> [Action item]: The output must be the data, printed exactly as written.

> [Data listing]:
= Beginning of Section =

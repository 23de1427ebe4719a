"use client";

import { useActionState } from "react";
import { Button } from "@/components/ui/button";
import { TextArea } from "@/components/ui/field";
import { FormMessage } from "@/components/ui/form-message";
import type { FormResult } from "@/lib/validations/auth";

type Action = (previous: FormResult | null, form: FormData) => Promise<FormResult>;

function errorOf(state: FormResult | null, field: string): string[] | undefined {
  return state && !state.ok ? state.fieldErrors[field] : undefined;
}

/** The reviewer's answer to a request: accept (the log is shared with them) or decline (the hold is released). */
export function RespondForms({ accept, decline }: { accept: Action; decline: Action }) {
  const [accepted, acceptAction, accepting] = useActionState(accept, null);
  const [declined, declineAction, declining] = useActionState(decline, null);
  return (
    <div className="grid gap-4 md:grid-cols-2" data-testid="respond-forms">
      <form action={acceptAction} className="space-y-2">
        <p className="text-sm text-graphite-700">Accepting shares the log with you and starts the clock for the report.</p>
        <FormMessage tone="error" message={accepted && !accepted.ok ? accepted.message : undefined} />
        <Button type="submit" disabled={accepting || declining}>
          {accepting ? "Accepting…" : "Accept the request"}
        </Button>
      </form>
      <form action={declineAction} className="space-y-2">
        <TextArea name="reason" label="Note to the builder (optional)" hint="Say why, or who might be better placed." rows={2} maxLength={1000} error={errorOf(declined, "reason")} />
        <FormMessage tone="error" message={declined && !declined.ok ? declined.message : undefined} />
        <Button type="submit" variant="secondary" disabled={accepting || declining}>
          {declining ? "Declining…" : "Decline"}
        </Button>
      </form>
    </div>
  );
}

/** The builder's dispute of a delivered report, within its 7 days. */
export function DisputeForm({ action }: { action: Action }) {
  const [state, formAction, pending] = useActionState(action, null);
  return (
    <form action={formAction} className="space-y-2" data-testid="dispute-form">
      <TextArea
        name="reason"
        label="What is wrong with the report"
        hint="A moderator reads this and the report, then decides whether the payment stands or is refunded in part or in full."
        rows={3}
        maxLength={2000}
        required
        error={errorOf(state, "reason")}
      />
      <FormMessage tone="error" message={state && !state.ok ? state.message : undefined} />
      <Button type="submit" variant="secondary" disabled={pending}>
        {pending ? "Sending…" : "Dispute the report"}
      </Button>
    </form>
  );
}
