import type { ListingCheckpoint, ListingRequirement } from "@/db/schema";
import { Figure } from "@/components/ui/figure";
import { Table, TBody, TD, TH, THead, TRow } from "@/components/ui/table";

const STAGES: Record<string, string> = {
  "control-supply": "Control supply",
  "series-lamp": "Series lamp",
  "low-current": "Low current",
  "rated-load": "Rated load",
};

export function ListingCheckpoints({ rows }: { rows: ListingCheckpoint[] }) {
  if (rows.length === 0) return <p className="text-sm text-graphite-600">No bring-up checkpoints.</p>;
  return (
    <Table caption="Bring-up checkpoints">
      <THead>
        <TRow>
          <TH>Stage</TH>
          <TH>Checkpoint</TH>
          <TH>What to measure</TH>
          <TH numeric>Expected</TH>
        </TRow>
      </THead>
      <TBody>
        {rows.map((c) => (
          <TRow key={c.id}>
            <TD>{STAGES[c.stage] ?? c.stage}</TD>
            <TD>{c.name}</TD>
            <TD>{c.measure}</TD>
            <TD numeric>
              {c.expectedMin} – {c.expectedMax} {c.unit}
            </TD>
          </TRow>
        ))}
      </TBody>
    </Table>
  );
}

export function ListingRequirements({ rows }: { rows: ListingRequirement[] }) {
  if (rows.length === 0) return <p className="text-sm text-graphite-600">No requirements for magnetics.</p>;
  return (
    <Table caption="What the kit needs of magnetics">
      <THead>
        <TRow>
          <TH>Part</TH>
          <TH>Kind</TH>
          <TH numeric>Minimum inductance</TH>
          <TH numeric>At current</TH>
        </TRow>
      </THead>
      <TBody>
        {rows.map((r) => (
          <TRow key={r.id}>
            <TD>{r.label}</TD>
            <TD>{r.subtype}</TD>
            <TD numeric>{r.minInductanceH !== null ? <Figure value={r.minInductanceH} unit="H" /> : "—"}</TD>
            <TD numeric>{r.atCurrentA !== null ? <Figure value={r.atCurrentA} unit="A" /> : "—"}</TD>
          </TRow>
        ))}
      </TBody>
    </Table>
  );
}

= End of Section =

> [Written answer]:
repository 23de1427ebe4719a
"use client";

import { useActionState } from "react";
import { Button } from "@/components/ui/button";
import { TextArea } from "@/components/ui/field";
import { FormMessage } from "@/components/ui/form-message";
import type { FormResult } from "@/lib/validations/auth";

type Action = (previous: FormResult | null, form: FormData) => Promise<FormResult>;

function errorOf(state: FormResult | null, field: string): string[] | undefined {
  return state && !state.ok ? state.fieldErrors[field] : undefined;
}

/** The reviewer's answer to a request: accept (the log is shared with them) or decline (the hold is released). */
export function RespondForms({ accept, decline }: { accept: Action; decline: Action }) {
  const [accepted, acceptAction, accepting] = useActionState(accept, null);
  const [declined, declineAction, declining] = useActionState(decline, null);
  return (
    <div className="grid gap-4 md:grid-cols-2" data-testid="respond-forms">
      <form action={acceptAction} className="space-y-2">
        <p className="text-sm text-graphite-700">Accepting shares the log with you and starts the clock for the report.</p>
        <FormMessage tone="error" message={accepted && !accepted.ok ? accepted.message : undefined} />
        <Button type="submit" disabled={accepting || declining}>
          {accepting ? "Accepting…" : "Accept the request"}
        </Button>
      </form>
      <form action={declineAction} className="space-y-2">
        <TextArea name="reason" label="Note to the builder (optional)" hint="Say why, or who might be better placed." rows={2} maxLength={1000} error={errorOf(declined, "reason")} />
        <FormMessage tone="error" message={declined && !declined.ok ? declined.message : undefined} />
        <Button type="submit" variant="secondary" disabled={accepting || declining}>
          {declining ? "Declining…" : "Decline"}
        </Button>
      </form>
    </div>
  );
}

/** The builder's dispute of a delivered report, within its 7 days. */
export function DisputeForm({ action }: { action: Action }) {
  const [state, formAction, pending] = useActionState(action, null);
  return (
    <form action={formAction} className="space-y-2" data-testid="dispute-form">
      <TextArea
        name="reason"
        label="What is wrong with the report"
        hint="A moderator reads this and the report, then decides whether the payment stands or is refunded in part or in full."
        rows={3}
        maxLength={2000}
        required
        error={errorOf(state, "reason")}
      />
      <FormMessage tone="error" message={state && !state.ok ? state.message : undefined} />
      <Button type="submit" variant="secondary" disabled={pending}>
        {pending ? "Sending…" : "Dispute the report"}
      </Button>
    </form>
  );
}
import type { ListingCheckpoint, ListingRequirement } from "@/db/schema";
import { Figure } from "@/components/ui/figure";
import { Table, TBody, TD, TH, THead, TRow } from "@/components/ui/table";

const STAGES: Record<string, string> = {
  "control-supply": "Control supply",
  "series-lamp": "Series lamp",
  "low-current": "Low current",
  "rated-load": "Rated load",
};

export function ListingCheckpoints({ rows }: { rows: ListingCheckpoint[] }) {
  if (rows.length === 0) return <p className="text-sm text-graphite-600">No bring-up checkpoints.</p>;
  return (
    <Table caption="Bring-up checkpoints">
      <THead>
        <TRow>
          <TH>Stage</TH>
          <TH>Checkpoint</TH>
          <TH>What to measure</TH>
          <TH numeric>Expected</TH>
        </TRow>
      </THead>
      <TBody>
        {rows.map((c) => (
          <TRow key={c.id}>
            <TD>{STAGES[c.stage] ?? c.stage}</TD>
            <TD>{c.name}</TD>
            <TD>{c.measure}</TD>
            <TD numeric>
              {c.expectedMin} – {c.expectedMax} {c.unit}
            </TD>
          </TRow>
        ))}
      </TBody>
    </Table>
  );
}

export function ListingRequirements({ rows }: { rows: ListingRequirement[] }) {
  if (rows.length === 0) return <p className="text-sm text-graphite-600">No requirements for magnetics.</p>;
  return (
    <Table caption="What the kit needs of magnetics">
      <THead>
        <TRow>
          <TH>Part</TH>
          <TH>Kind</TH>
          <TH numeric>Minimum inductance</TH>
          <TH numeric>At current</TH>
        </TRow>
      </THead>
      <TBody>
        {rows.map((r) => (
          <TRow key={r.id}>
            <TD>{r.label}</TD>
            <TD>{r.subtype}</TD>
            <TD numeric>{r.minInductanceH !== null ? <Figure value={r.minInductanceH} unit="H" /> : "—"}</TD>
            <TD numeric>{r.atCurrentA !== null ? <Figure value={r.atCurrentA} unit="A" /> : "—"}</TD>
          </TRow>
        ))}
      </TBody>
    </Table>
  );
}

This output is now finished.